Cal pulled the instrument from his ear and stared at it. "Son of a gun. The bastard hung up on me."
He slammed the phone down and turned to Bella. "That was my brother. He was a little hot that I hadn't called him when the baby's nanny took off yesterday. Seems his wife has been keeping an eye on us from above."
Bella began to ask the obvious question to that remark, but Cal quickly explained. "My sister-in-law, Meredith, is in charge of Gentry Ranch's range pilots and air fleet. One of her jobs is to oversee the hands checking the fence lines every morning, along with watching for problems with the stock."
"Oh?" Bella broke in. "Do you think she might've spotted the coyotes while she was checking the ranch? I don't know where they'd be in the daylight hours."
Cal shrugged. "I don't know. We'll have to ask Cinco. But I guess Meredith has been watching out for Kaydie and me. She flew over yesterday and noticed that the Suburban was gone but that there was smoke coming from the chimney."
He grimaced and continued. "On this morning's rounds she saw that the truck was still gone and began to worry." Cal sighed and shook his head. "I imagine we'll be getting a visit from my brother very soon."

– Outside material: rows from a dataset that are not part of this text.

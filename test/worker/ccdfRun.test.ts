import { describe, expect, it } from 'vitest';
import { parseWaveformConfig } from '../../src/config/configParse';
import { runIdentityOf, statisticsFactsOf } from '../../src/dsp/montecarlo/measurementContext';
import { buildMeasureReport } from '../../src/dsp/montecarlo/measureReport';
import { createSetupMeasurer, resolveMeasurementSetup } from '../../src/dsp/montecarlo/measurementSetup';
import { addBlockRecord, addHistogramSet, createRunStats } from '../../src/dsp/montecarlo/runStats';
import { startCcdfRun } from '../../src/worker/ccdfRun';
import { createEngineClient, type CcdfResult } from '../../src/worker/client';
import { InProcessWorker } from './inProcessWorker';

// The statistics requests pass the measurement engine's results through unchanged, and a run spread over two
// workers in blocks gives exactly the single-thread result (the engine's block seeds and exact merge; the
// coordinator must not lose, repeat or reorder anything that matters).

/** LTE 1.4 MHz uplink, 6 RB (TS 36.101 Table 5.6-1), OFDM so the theory applies: small and quick. */
const config = { standard: 'lte', bandwidthMHz: 1.4, waveform: 'ofdm', modulation: 'qpsk' };
const run = { symbols: 640, blockSymbols: 64, seed: 7 };

/** What `crestline measure` computes for the same run, on this thread. */
function directReport() {
  const setup = resolveMeasurementSetup(parseWaveformConfig(config), run);
  const built = createSetupMeasurer(setup);
  const stats = createRunStats();
  for (let b = 0; b < setup.run.numBlocks; b++) addBlockRecord(stats, built.measurer.measureBlock(b));
  addHistogramSet(stats, built.measurer.histograms);
  const context = { identity: runIdentityOf(setup), statistics: statisticsFactsOf(built.plan, built.source), spectrum: null, warnings: [...built.plan.warnings, ...setup.warnings], notes: [...setup.notes] };
  return buildMeasureReport(context, stats);
}

function client(poolSize = 2) {
  return createEngineClient({ createWorker: () => new InProcessWorker(), poolSize });
}

describe('interactive statistics request', () => {
  it('returns the report crestline measure builds, with curves and the OFDM theory', async () => {
    const c = client(1);
    const result = await c.ccdf(config, run);
    c.dispose();
    expect(result.report).toEqual(directReport());
    expect(result.numBlocks).toBe(10);
    // CCDF curves are non-increasing, start at 1 (every value ≥ the lowest threshold) — common practice.
    const p = result.curves.power.probability;
    expect(p[0]!).toBeGreaterThan(0.99);
    expect(p[0]!).toBeLessThanOrEqual(1);
    for (let i = 1; i < p.length; i++) expect(p[i]!).toBeLessThanOrEqual(p[i - 1]!);
    // The curve starts where the CCDF leaves 1 (ccdfLevels.ts trims the flat start), so just below 1.
    // Power CCDF theory for large N: e^−γ (van Nee & Prasad 2000, ch. 6): at 10 dB, e^−10.
    const t = result.theory.power;
    const at10 = t.thresholdDb.findIndex((db) => Math.abs(db - 10) < 1e-9);
    expect(t.probability[at10]).toBeCloseTo(Math.exp(-10), 12);
  });
});

describe('long run over the pool', () => {
  it('streams partial reports and ends with exactly the single-thread report', async () => {
    const c = client(2);
    const partials: CcdfResult[] = [];
    const fractions: number[] = [];
    // One block at a time, so the partial merges (on the other worker) are answered before the next one supersedes them.
    const handle = startCcdfRun(c, { config, run, blocksPerTask: 1, concurrency: 1, mergeIntervalMs: 0 }, {
      onPartial: (r) => partials.push(r),
      onProgress: (p) => fractions.push(p.fraction),
    });
    const final = await handle.done;
    c.dispose();
    expect(final).not.toBeNull();
    expect(final!.report).toEqual(directReport());
    expect(final!.numBlocks).toBe(10);
    expect(partials.length).toBeGreaterThan(1);
    expect(partials[0]!.numBlocks).toBeLessThan(10);
    expect(fractions[0]).toBe(0);
    expect(fractions.at(-1)).toBe(1);
    for (let i = 1; i < fractions.length; i++) expect(fractions[i]!).toBeGreaterThanOrEqual(fractions[i - 1]!);
  });

  it('stops handing out blocks when cancelled and resolves with null', async () => {
    const workers: InProcessWorker[] = [];
    const c = createEngineClient({
      createWorker: () => {
        const w = new InProcessWorker();
        workers.push(w);
        return w;
      },
      poolSize: 2,
    });
    let handle: ReturnType<typeof startCcdfRun> | undefined;
    let progressCalls = 0;
    handle = startCcdfRun(c, { config, run: { ...run, symbols: 64 * 40 }, blocksPerTask: 1 }, {
      onProgress: () => {
        progressCalls += 1;
        if (progressCalls === 2) handle?.cancel();
      },
    });
    expect(await handle.done).toBeNull();
    await new Promise((resolve) => setTimeout(resolve, 50));
    const sent = workers.flatMap((w) => w.received).filter((m) => m.type === 'ccdf').length;
    expect(sent).toBeLessThan(10); // 40 blocks were planned; only those already handed out ran
    c.dispose();
  });

  it('hands a crashed worker’s blocks out again and still gets the exact report', async () => {
    const workers: InProcessWorker[] = [];
    const c = createEngineClient({
      createWorker: () => {
        const w = new InProcessWorker();
        workers.push(w);
        return w;
      },
      poolSize: 2,
    });
    let crashed = false;
    const handle = startCcdfRun(c, { config, run, blocksPerTask: 1, mergeIntervalMs: 0 }, {
      onProgress: (p) => {
        if (!crashed && p.symbolsDone > 0) {
          crashed = true;
          workers[0]!.crash('out of memory');
        }
      },
    });
    const final = await handle.done;
    c.dispose();
    expect(crashed).toBe(true);
    expect(final!.report).toEqual(directReport());
  });
});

"Oh, but that is good … no?" Bella was relieved to think that someone would come to help Cal and Kaydie; the two of them seemed so vulnerable. Eventually she would have to leave, and perhaps the sooner the better—before she grew too attached to the child—and to the father.
"No," he grumbled dejectedly. "Cinco's been heckling me to move into the main ranch house with him and Meredith. Our family's housekeeper is there to help with the baby, and my brother thinks I'd be safer under his roof."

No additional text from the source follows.